What is being asked -> Which lines in the listing below contain "measureMemory"? Copy each of them.

Extracted data ->
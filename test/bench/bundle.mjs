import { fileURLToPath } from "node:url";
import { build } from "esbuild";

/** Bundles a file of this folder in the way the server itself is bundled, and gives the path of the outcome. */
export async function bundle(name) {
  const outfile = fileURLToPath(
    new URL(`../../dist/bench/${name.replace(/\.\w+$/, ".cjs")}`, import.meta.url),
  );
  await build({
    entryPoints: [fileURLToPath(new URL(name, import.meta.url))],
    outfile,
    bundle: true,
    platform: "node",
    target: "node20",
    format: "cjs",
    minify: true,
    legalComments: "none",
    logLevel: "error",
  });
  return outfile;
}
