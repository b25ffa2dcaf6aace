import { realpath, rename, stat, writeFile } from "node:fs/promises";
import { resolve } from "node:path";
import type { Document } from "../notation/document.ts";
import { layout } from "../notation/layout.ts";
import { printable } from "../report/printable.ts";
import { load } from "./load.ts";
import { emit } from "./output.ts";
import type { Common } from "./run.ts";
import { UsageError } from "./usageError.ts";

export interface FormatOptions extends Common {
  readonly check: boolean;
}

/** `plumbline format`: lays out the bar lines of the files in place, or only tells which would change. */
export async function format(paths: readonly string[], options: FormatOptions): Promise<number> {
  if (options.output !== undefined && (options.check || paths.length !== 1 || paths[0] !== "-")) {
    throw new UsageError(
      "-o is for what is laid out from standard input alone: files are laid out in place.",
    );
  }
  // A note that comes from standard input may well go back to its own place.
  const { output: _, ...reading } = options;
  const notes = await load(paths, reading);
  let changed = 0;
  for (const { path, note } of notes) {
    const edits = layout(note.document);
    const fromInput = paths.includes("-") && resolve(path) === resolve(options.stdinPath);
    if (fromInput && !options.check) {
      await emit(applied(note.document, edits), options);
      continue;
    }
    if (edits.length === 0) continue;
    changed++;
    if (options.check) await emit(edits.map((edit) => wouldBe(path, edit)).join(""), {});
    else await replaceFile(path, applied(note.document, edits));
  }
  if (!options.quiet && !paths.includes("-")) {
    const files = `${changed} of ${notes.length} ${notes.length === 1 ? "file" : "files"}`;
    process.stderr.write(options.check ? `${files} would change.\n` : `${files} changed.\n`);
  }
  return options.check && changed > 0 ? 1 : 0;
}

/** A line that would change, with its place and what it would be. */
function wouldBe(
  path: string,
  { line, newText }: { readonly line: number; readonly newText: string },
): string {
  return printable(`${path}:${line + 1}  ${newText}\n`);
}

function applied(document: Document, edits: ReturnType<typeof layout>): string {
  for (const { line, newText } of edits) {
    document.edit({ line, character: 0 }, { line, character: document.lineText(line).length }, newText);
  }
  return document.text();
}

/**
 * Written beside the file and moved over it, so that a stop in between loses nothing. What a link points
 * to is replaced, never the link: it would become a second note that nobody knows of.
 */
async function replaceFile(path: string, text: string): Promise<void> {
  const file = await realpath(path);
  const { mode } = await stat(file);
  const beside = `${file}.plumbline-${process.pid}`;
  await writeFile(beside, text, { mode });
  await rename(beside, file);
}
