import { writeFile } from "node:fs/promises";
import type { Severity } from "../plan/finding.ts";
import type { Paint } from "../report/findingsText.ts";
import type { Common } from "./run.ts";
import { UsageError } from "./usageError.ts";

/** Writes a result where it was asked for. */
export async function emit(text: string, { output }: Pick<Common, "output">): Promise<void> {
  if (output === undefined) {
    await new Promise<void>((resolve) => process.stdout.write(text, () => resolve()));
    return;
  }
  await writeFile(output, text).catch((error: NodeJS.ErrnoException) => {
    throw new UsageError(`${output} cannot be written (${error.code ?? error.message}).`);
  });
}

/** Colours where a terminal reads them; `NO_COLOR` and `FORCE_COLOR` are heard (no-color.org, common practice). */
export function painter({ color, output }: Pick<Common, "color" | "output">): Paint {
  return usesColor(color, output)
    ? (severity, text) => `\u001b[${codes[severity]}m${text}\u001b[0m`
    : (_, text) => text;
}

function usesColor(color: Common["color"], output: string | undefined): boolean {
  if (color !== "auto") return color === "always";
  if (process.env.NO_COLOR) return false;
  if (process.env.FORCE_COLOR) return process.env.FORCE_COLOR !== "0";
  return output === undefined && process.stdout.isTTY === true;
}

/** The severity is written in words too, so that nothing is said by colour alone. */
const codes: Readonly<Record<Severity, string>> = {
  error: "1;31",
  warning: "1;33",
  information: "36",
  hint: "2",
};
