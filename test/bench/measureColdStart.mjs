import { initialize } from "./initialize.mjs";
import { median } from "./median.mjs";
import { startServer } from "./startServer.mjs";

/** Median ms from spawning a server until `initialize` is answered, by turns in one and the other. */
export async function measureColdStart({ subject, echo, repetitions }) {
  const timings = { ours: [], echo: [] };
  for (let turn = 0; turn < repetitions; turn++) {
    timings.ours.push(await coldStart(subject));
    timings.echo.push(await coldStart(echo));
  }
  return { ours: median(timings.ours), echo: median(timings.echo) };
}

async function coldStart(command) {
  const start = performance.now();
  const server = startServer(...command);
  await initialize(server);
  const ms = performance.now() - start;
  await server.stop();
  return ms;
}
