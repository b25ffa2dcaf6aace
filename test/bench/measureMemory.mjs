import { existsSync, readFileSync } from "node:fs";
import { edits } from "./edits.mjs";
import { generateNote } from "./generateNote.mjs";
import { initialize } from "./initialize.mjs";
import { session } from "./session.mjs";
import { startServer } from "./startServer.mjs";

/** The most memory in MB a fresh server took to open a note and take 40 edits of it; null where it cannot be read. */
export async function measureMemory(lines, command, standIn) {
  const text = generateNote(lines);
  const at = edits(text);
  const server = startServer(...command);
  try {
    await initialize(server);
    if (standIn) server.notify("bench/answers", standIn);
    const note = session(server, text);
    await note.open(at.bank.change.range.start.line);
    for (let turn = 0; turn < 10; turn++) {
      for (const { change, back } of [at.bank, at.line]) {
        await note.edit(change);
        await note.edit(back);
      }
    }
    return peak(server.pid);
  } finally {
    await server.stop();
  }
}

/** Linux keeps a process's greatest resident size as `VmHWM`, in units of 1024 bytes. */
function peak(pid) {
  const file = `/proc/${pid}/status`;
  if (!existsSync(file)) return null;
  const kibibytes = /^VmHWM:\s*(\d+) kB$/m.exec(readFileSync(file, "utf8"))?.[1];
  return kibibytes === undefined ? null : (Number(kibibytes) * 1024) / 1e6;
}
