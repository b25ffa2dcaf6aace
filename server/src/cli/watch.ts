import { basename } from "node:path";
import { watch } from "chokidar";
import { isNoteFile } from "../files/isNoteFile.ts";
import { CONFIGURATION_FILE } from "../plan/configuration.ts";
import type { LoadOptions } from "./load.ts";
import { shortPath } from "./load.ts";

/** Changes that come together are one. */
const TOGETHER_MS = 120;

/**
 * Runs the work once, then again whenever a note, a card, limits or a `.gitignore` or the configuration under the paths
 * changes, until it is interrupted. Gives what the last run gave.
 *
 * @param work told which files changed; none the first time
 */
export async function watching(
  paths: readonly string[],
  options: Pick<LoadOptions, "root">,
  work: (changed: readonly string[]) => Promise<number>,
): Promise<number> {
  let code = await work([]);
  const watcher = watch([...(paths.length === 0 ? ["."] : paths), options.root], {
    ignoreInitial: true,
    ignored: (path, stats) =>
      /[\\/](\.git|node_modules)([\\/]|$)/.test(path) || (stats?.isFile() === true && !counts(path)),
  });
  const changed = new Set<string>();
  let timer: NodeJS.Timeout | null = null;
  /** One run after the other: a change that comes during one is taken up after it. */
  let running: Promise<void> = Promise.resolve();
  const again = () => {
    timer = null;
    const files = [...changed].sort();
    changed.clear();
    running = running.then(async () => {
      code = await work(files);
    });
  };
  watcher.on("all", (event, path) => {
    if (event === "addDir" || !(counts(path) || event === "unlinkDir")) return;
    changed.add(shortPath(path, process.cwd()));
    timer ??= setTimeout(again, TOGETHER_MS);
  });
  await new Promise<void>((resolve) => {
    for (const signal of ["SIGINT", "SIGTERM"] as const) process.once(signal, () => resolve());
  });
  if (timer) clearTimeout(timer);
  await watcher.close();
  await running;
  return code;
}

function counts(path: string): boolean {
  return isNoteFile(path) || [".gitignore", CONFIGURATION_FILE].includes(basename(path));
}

Reply to the exercise ->
filename test/bench/measureMemory.mjs
export async function measureMemory(lines, command, standIn) {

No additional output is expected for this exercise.